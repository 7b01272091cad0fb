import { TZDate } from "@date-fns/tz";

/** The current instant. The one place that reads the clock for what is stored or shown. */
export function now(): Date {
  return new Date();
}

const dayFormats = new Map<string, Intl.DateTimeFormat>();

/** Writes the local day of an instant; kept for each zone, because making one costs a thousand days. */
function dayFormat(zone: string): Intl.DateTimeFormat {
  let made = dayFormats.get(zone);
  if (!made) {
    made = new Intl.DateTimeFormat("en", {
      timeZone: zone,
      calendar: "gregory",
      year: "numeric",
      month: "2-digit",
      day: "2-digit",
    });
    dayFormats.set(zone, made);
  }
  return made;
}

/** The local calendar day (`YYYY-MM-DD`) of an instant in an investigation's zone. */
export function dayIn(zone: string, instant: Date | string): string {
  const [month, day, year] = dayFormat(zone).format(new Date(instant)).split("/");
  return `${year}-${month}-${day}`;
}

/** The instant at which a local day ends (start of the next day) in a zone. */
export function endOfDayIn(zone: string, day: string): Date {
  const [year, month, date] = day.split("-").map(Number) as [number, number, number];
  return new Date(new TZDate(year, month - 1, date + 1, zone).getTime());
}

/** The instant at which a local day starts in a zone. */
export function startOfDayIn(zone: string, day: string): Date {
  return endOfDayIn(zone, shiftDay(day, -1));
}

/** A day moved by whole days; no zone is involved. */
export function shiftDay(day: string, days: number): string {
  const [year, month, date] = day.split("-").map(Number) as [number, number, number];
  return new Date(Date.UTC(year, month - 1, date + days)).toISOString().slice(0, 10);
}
***
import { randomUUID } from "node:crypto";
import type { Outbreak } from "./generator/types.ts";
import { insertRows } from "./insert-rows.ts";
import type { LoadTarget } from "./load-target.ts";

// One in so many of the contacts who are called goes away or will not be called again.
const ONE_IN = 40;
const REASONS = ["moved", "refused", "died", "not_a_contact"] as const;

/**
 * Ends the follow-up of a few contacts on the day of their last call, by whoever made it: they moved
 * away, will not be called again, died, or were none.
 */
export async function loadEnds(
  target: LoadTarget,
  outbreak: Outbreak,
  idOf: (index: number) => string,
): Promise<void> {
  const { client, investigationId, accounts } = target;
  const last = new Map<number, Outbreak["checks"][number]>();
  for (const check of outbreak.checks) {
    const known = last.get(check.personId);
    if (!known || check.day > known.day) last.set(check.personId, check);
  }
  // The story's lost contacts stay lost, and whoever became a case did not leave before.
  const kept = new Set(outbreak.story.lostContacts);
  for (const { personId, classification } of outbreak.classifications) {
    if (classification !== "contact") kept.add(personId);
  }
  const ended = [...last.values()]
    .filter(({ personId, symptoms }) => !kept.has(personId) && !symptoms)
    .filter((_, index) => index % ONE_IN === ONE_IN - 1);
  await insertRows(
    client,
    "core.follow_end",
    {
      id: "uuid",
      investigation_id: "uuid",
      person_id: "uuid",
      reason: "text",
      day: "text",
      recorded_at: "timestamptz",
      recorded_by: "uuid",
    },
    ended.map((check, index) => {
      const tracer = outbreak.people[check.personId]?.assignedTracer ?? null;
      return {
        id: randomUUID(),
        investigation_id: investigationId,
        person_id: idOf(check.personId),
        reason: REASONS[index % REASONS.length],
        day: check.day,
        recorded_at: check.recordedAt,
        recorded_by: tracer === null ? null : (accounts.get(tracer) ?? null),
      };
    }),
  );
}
***
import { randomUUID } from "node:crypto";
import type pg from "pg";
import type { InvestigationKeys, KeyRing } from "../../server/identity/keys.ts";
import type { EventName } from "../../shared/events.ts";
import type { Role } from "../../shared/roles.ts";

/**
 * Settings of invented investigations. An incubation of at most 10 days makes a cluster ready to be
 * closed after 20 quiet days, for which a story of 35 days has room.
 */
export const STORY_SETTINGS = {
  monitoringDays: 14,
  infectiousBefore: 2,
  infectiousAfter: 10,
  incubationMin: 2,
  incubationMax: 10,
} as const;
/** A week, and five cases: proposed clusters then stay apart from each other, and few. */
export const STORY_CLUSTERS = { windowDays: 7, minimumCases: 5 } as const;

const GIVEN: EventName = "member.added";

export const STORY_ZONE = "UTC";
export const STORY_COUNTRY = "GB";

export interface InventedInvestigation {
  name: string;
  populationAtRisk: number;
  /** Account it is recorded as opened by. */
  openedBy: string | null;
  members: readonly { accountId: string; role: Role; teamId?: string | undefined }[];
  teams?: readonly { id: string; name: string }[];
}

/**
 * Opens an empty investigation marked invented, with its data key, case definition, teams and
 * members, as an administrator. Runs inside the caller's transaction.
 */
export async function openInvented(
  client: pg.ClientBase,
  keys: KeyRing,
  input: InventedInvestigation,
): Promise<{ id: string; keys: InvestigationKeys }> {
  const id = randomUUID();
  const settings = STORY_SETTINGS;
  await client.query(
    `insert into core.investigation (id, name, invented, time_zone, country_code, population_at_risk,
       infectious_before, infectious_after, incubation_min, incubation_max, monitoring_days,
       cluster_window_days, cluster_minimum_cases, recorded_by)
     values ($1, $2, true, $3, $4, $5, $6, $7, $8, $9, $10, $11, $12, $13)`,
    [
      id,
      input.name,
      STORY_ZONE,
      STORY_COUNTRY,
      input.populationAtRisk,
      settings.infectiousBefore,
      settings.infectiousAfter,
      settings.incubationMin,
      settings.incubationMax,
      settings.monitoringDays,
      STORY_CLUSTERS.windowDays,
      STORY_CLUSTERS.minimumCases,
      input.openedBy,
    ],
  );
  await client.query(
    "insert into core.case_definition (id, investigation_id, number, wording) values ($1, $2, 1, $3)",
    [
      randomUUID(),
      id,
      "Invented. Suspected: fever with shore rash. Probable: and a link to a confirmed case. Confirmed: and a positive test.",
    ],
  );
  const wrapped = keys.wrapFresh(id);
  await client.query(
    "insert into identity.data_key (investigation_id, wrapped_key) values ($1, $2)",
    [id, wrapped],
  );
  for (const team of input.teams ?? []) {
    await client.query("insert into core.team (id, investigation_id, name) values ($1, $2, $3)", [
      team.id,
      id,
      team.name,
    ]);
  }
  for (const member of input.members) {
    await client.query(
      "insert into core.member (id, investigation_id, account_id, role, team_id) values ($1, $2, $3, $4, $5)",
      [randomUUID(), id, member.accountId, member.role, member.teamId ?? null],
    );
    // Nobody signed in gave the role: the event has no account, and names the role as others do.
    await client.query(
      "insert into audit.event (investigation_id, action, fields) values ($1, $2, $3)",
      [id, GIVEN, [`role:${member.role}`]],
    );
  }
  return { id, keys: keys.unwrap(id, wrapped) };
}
***
▶ [EXERCISE PROMPT]
Copy each line in the entries above where "with" turns up.

▶ [THE COMPLETED TASK]
 * Opens an empty investigation marked invented, with its data key, case definition, teams and
      "Invented. Suspected: fever with shore rash. Probable: and a link to a confirmed case. Confirmed: and a positive test.",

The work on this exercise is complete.